Nella giornata in cui a Jesi c’è stata anche la visita del leader della Lega Matteo Salvini, l’onorevole non si è lasciata sfuggire l’occasione di lanciargli una stoccata e ha rimarcato il fatto che «un’opposizione responsabile in un momento di crisi collabora, e non va dicendo che abbiamo sequestrato il Paese per il covid, che abbiamo trasformato le scuole in lager: non si può andare in giro senza mascherina a fare i selfie. È un insulto ai tanti morti e ai lager».

E ancora, «se ci fosse stato Salvini al governo non avremmo avuto i soldi dell’Unione Europea. Parla solo contro, mentre la regione ha bisogno di proposte. Non lasciamoci espropriare i nostri valori».

Da sinistra Carloni, Boldrini e Mastrovincenzo

Restringendo il perimetro del dibattito alle questioni regionali, Laura Boldrini ha ricordato che «per le Marche sono stati anni difficili. C’è stato il terremoto e prima ancora la crisi economica. Le Marche hanno sofferto molto e devono riuscire a rimettersi in piedi bene, basando anche le relazioni sulla solidarietà.
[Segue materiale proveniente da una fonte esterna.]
"""Thin elements: lens focus (Airy pattern), microlens array, diffuser statistics, apertures."""

from __future__ import annotations

import numpy as np
import pytest
from scipy.special import j1

from volrecon.errors import ConfigError, ShapeError
from volrecon.simulate import (
    PhaseMask,
    circular_aperture,
    microlens_array_mask,
    propagate,
    random_diffuser_mask,
    thin_lens_mask,
)

WAVELENGTH = 0.5  # um


def _focus(n=256, dx=1.0, radius=64.0, focal=1280.0):
    lens = thin_lens_mask((n, n), focal_length_um=focal, pixel_size_um=dx, radius_um=radius)
    return propagate(lens.transmittance(WAVELENGTH), focal, wavelength_um=WAVELENGTH,
                     pixel_size_um=dx)


def test_thin_lens_focus_has_airy_first_zero_at_1_22_lambda_n():
    """Focal spot of a lens of f-number N: first dark ring at r = 1.22 lambda N.

    Reference: Goodman, Introduction to Fourier Optics, ch. 4-5 (Fraunhofer pattern of a
    circular aperture in the focal plane of a lens); Born & Wolf, Principles of Optics,
    sec. 8.5.2 (first zero of 2 J1(v)/v at v = 3.8317, i.e. 0.61 lambda / NA = 1.22 lambda N).
    """
    n, dx, radius, focal = 256, 1.0, 64.0, 1280.0
    f_number = focal / (2.0 * radius)  # N = 10: first zero at 6.1 um = 6.1 pixels
    field = _focus(n, dx, radius, focal)
    centre = field[n // 2, n // 2]
    assert np.unravel_index(np.argmax(abs(field)), field.shape) == (n // 2, n // 2)
    # The amplitude 2 J1(v)/v changes sign at the zero; find the crossing along 4 directions
    # by linear interpolation of the real amplitude (phase referred to the centre).
    zeros = []
    for profile in (field[n // 2, n // 2:], field[n // 2, n // 2::-1],
                    field[n // 2:, n // 2], field[n // 2::-1, n // 2]):
        amp = (profile[:12] * np.conj(centre) / abs(centre)).real
        i = int(np.argmax(amp < 0))
        zeros.append((i - 1 + amp[i - 1] / (amp[i - 1] - amp[i])) * dx)
    expected = 1.22 * WAVELENGTH * f_number
    # 0.1 um = 1/60 of the ring radius: linear interpolation of a near-linear zero crossing on
    # a 1 um grid, and 1.22 is itself 3.8317/pi rounded (0.3 % low).
    np.testing.assert_allclose(zeros, expected, atol=0.1)


def test_thin_lens_focal_profile_matches_airy_function():
    """The whole focal intensity profile follows [2 J1(v) / v]^2, v = pi r / (lambda N).

    Reference: Born & Wolf, Principles of Optics, sec. 8.5.2 (Airy pattern); scipy.special.j1.
    """
    n, dx, radius, focal = 256, 1.0, 64.0, 1280.0
    intensity = abs(_focus(n, dx, radius, focal)) ** 2
    intensity /= intensity.max()
    r = np.arange(1, 25) * dx
    v = np.pi * r / (WAVELENGTH * focal / (2.0 * radius))
    airy = (2.0 * j1(v) / v) ** 2
    # 2e-3 of the peak: the lens is paraxial and sampled finely (its phase slope at the rim is
    # 0.1 cycles/um against a Nyquist limit of 0.5); what remains is the rim's pixelation.
    np.testing.assert_allclose(intensity[n // 2, n // 2 + 1:n // 2 + 25], airy, atol=2e-3)


def test_microlens_array_focuses_a_plane_wave_onto_its_lattice():
    """Each lenslet of a hexagonal array focuses a plane wave on its own centre.

    Known truth: the lattice points (0, 0), (0, ±p), (±p √3/2, ±p/2) of the design.
    """
    n, dx, pitch, focal = 256, 1.0, 64.0, 800.0
    mla = microlens_array_mask((n, n), pitch_um=pitch, focal_length_um=focal, pixel_size_um=dx)
    intensity = abs(propagate(mla.transmittance(WAVELENGTH), focal, wavelength_um=WAVELENGTH,
                              pixel_size_um=dx)) ** 2
    c = n // 2
    for dy, dxx in [(0.0, 0.0), (0.0, pitch), (0.0, -pitch), (pitch * np.sqrt(3) / 2, pitch / 2),
                    (-pitch * np.sqrt(3) / 2, -pitch / 2)]:
        y0, x0 = round(c + dy / dx), round(c + dxx / dx)
        window = intensity[y0 - 6:y0 + 7, x0 - 6:x0 + 7]
        iy, ix = np.unravel_index(np.argmax(window), window.shape)
        # One pixel: the lattice point rounded to the grid.
        assert abs(y0 - 6 + iy - (c + dy / dx)) <= 1.0 and abs(x0 - 6 + ix - (c + dxx / dx)) <= 1.0
        # A focused spot: (p^2 / (lambda f))^2 ~ 100 times the incident intensity of 1.
        assert window.max() > 30.0


def test_square_microlens_cells_are_squares():
    mla = microlens_array_mask((64, 64), pitch_um=16.0, focal_length_um=500.0, pixel_size_um=1.0,
                               layout="square")
    # Known truth: the path is -r^2/(2f) from the nearest lattice point; at a cell corner
    # (8, 8) um from a centre it is -(64 + 64) / 1000.
    assert mla.optical_path_um[32, 32] == 0.0
    assert mla.optical_path_um[32 + 8, 32 + 7] == pytest.approx(-(64 + 49) / 1000.0, rel=1e-6)


def test_diffuser_has_the_requested_height_statistics():
    """Height rms exactly sigma; autocorrelation C(l) / C(0) = exp(-1) at the correlation length.

    Known truth: the Gaussian correlation C(r) = sigma^2 exp(-r^2 / l^2) the surface is built
    with, estimated from the circular autocorrelation (Wiener–Khinchin, numpy.fft).
    """
    n, dx, length, sigma, step = 512, 1.0, 8.0, 0.3, 0.5
    mask = random_diffuser_mask((n, n), pixel_size_um=dx, correlation_length_um=length,
                                height_rms_um=sigma, index_step=step, rng=3)
    height = mask.optical_path_um.astype(np.float64) / step
    assert height.std() == pytest.approx(sigma, rel=1e-4)
    assert abs(height.mean()) < 1e-6
    acf = np.fft.ifft2(abs(np.fft.fft2(height)) ** 2).real
    acf /= acf[0, 0]
    lag = int(length / dx)
    measured = 0.25 * (acf[lag, 0] + acf[0, lag] + acf[-lag, 0] + acf[0, -lag])
    # 0.03: the sampling error of an autocorrelation estimated from (n / l)^2 = 4096
    # correlation cells is about 1 / sqrt(4096) = 0.016 of C(0).
    assert measured == pytest.approx(np.exp(-1.0), abs=0.03)
    assert np.all(mask.amplitude == 1.0)


def test_diffuser_is_reproducible_from_its_seed():
    a = random_diffuser_mask((32, 32), pixel_size_um=1.0, correlation_length_um=4.0,
                             height_rms_um=0.2, index_step=0.5, rng=7)
    b = random_diffuser_mask((32, 32), pixel_size_um=1.0, correlation_length_um=4.0,
                             height_rms_um=0.2, index_step=0.5, rng=7)
    np.testing.assert_array_equal(a.optical_path_um, b.optical_path_um)


def test_circular_aperture_area():
    """Area of the covered fraction vs pi r^2 (known truth)."""
    for radius in (5.3, 20.0):
        ap = circular_aperture((64, 64), radius_um=radius, pixel_size_um=1.0)
        # 0.5 %: 8 x 8 sub-samples per pixel leave an edge error of ~1/16 pixel per edge pixel.
        assert ap.sum() == pytest.approx(np.pi * radius**2, rel=5e-3)
        assert ap.dtype == np.float32 and ap.min() >= 0 and ap.max() <= 1


def test_mask_product_adds_paths_and_multiplies_amplitudes():
    a = thin_lens_mask((16, 16), focal_length_um=100.0, pixel_size_um=1.0, radius_um=6.0)
    b = PhaseMask(np.full((16, 16), 0.25), np.full((16, 16), 0.5), 1.0)
    c = a * b
    np.testing.assert_allclose(c.optical_path_um, a.optical_path_um + 0.25, atol=1e-6)
    np.testing.assert_allclose(c.amplitude, a.amplitude * 0.5)
    # exp(i 2 pi 0.25 / 0.5) = -1: the extra path flips the sign of the transmittance.
    np.testing.assert_allclose(c.transmittance(0.5), -0.5 * a.transmittance(0.5), atol=1e-5)
    assert not c.optical_path_um.flags.writeable


def test_mask_errors():
    with pytest.raises(ShapeError, match="same 2-D shape"):
        PhaseMask(np.zeros((4, 4)), np.ones((4, 5)), 1.0)
    with pytest.raises(ShapeError, match="same grid"):
        _ = PhaseMask.clear((4, 4), pixel_size_um=1.0) * PhaseMask.clear((4, 4), pixel_size_um=2.0)
    with pytest.raises(ConfigError, match="NaN or Inf"):
        PhaseMask(np.full((2, 2), np.nan), np.ones((2, 2)), 1.0)
    with pytest.raises(ConfigError, match="layout"):
        microlens_array_mask((8, 8), pitch_um=4.0, focal_length_um=10.0, pixel_size_um=1.0,
                             layout="round")
    with pytest.raises(ConfigError, match="correlation_length_um"):
        random_diffuser_mask((8, 8), pixel_size_um=1.0, correlation_length_um=0.0,
                             height_rms_um=0.1, index_step=0.5)
    with pytest.raises(ShapeError, match="shape_yx"):
        circular_aperture((8,), radius_um=1.0, pixel_size_um=1.0)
Solo attraverso la collaborazione e l’aiuto reciproco – prosegue – si può uscire da questa emergenza».

Parlando dei due candidati Manuela Carloni e Antonio Mastrovincenzo li ha definiti come «due persone che hanno basato la loro esperienza accademica, politico – sindacale e istituzionale sulla solidarietà. Rappresentano ciò che serve per una regione, che oggi può contare sui fondi del Mes per potenziare la sanità pubblica».

Da sinistra Boldrini, Mastrovincenzo e Carloni

Una sanità pubblica che per l’onorevole deve essere strutturata e radicata nel territorio: «Negli ultimi tempi la sanità ha sofferto perché bisognava pensare a raggiungere il pareggio di bilancio, con i soldi dell’Europa oggi è possibile cambiare rotta, bisogna prendere quei fondi ed usarli in modo mirato è consapevole».

Nel corso del dibattito, incentrato sui temi del welfare, la candidata Manuela Carloni ha lanciato le sue proposte, fra le quali spiccano quella di agevolare le giovani coppie abbassando le tariffe dei nidi e «renderle gratuite laddove necessario, ma anche le rette delle mense per le materne a tempo pieno». Fra le priorità anche «una legge per meglio garantire il diritto all’istruzione degli universitari e reintrodurre la figura del medico scolastico, molto importante in questo periodo di emergenza sanitaria per aiutare insegnanti e famiglie, ma fondamentale anche nel futuro per tornare a fare prevenzione a scuola».

Da Antonio Mastrovincenzo è invece arrivata la proposta di un piano anti povertà, finanziato con il nuovo programma dei fondi europei relativi alla programmazione 2021- 2027, per fronteggiare le criticità create dalla crisi scaturita dalla pandemia di covid. In pole position nel programma welfare anche il sostegno alle famiglie numerose attraverso «esenzioni e contributi», ma anche sostegni e aiuti per quelle persone che hanno perso il lavoro: in tale prospettiva una delle soluzioni avanzate dal presidente uscente dell’Assemblea Legislativa delle Marche, è quella di supportare la costituzione di cooperative per portare avanti la produzione delle imprese in crisi.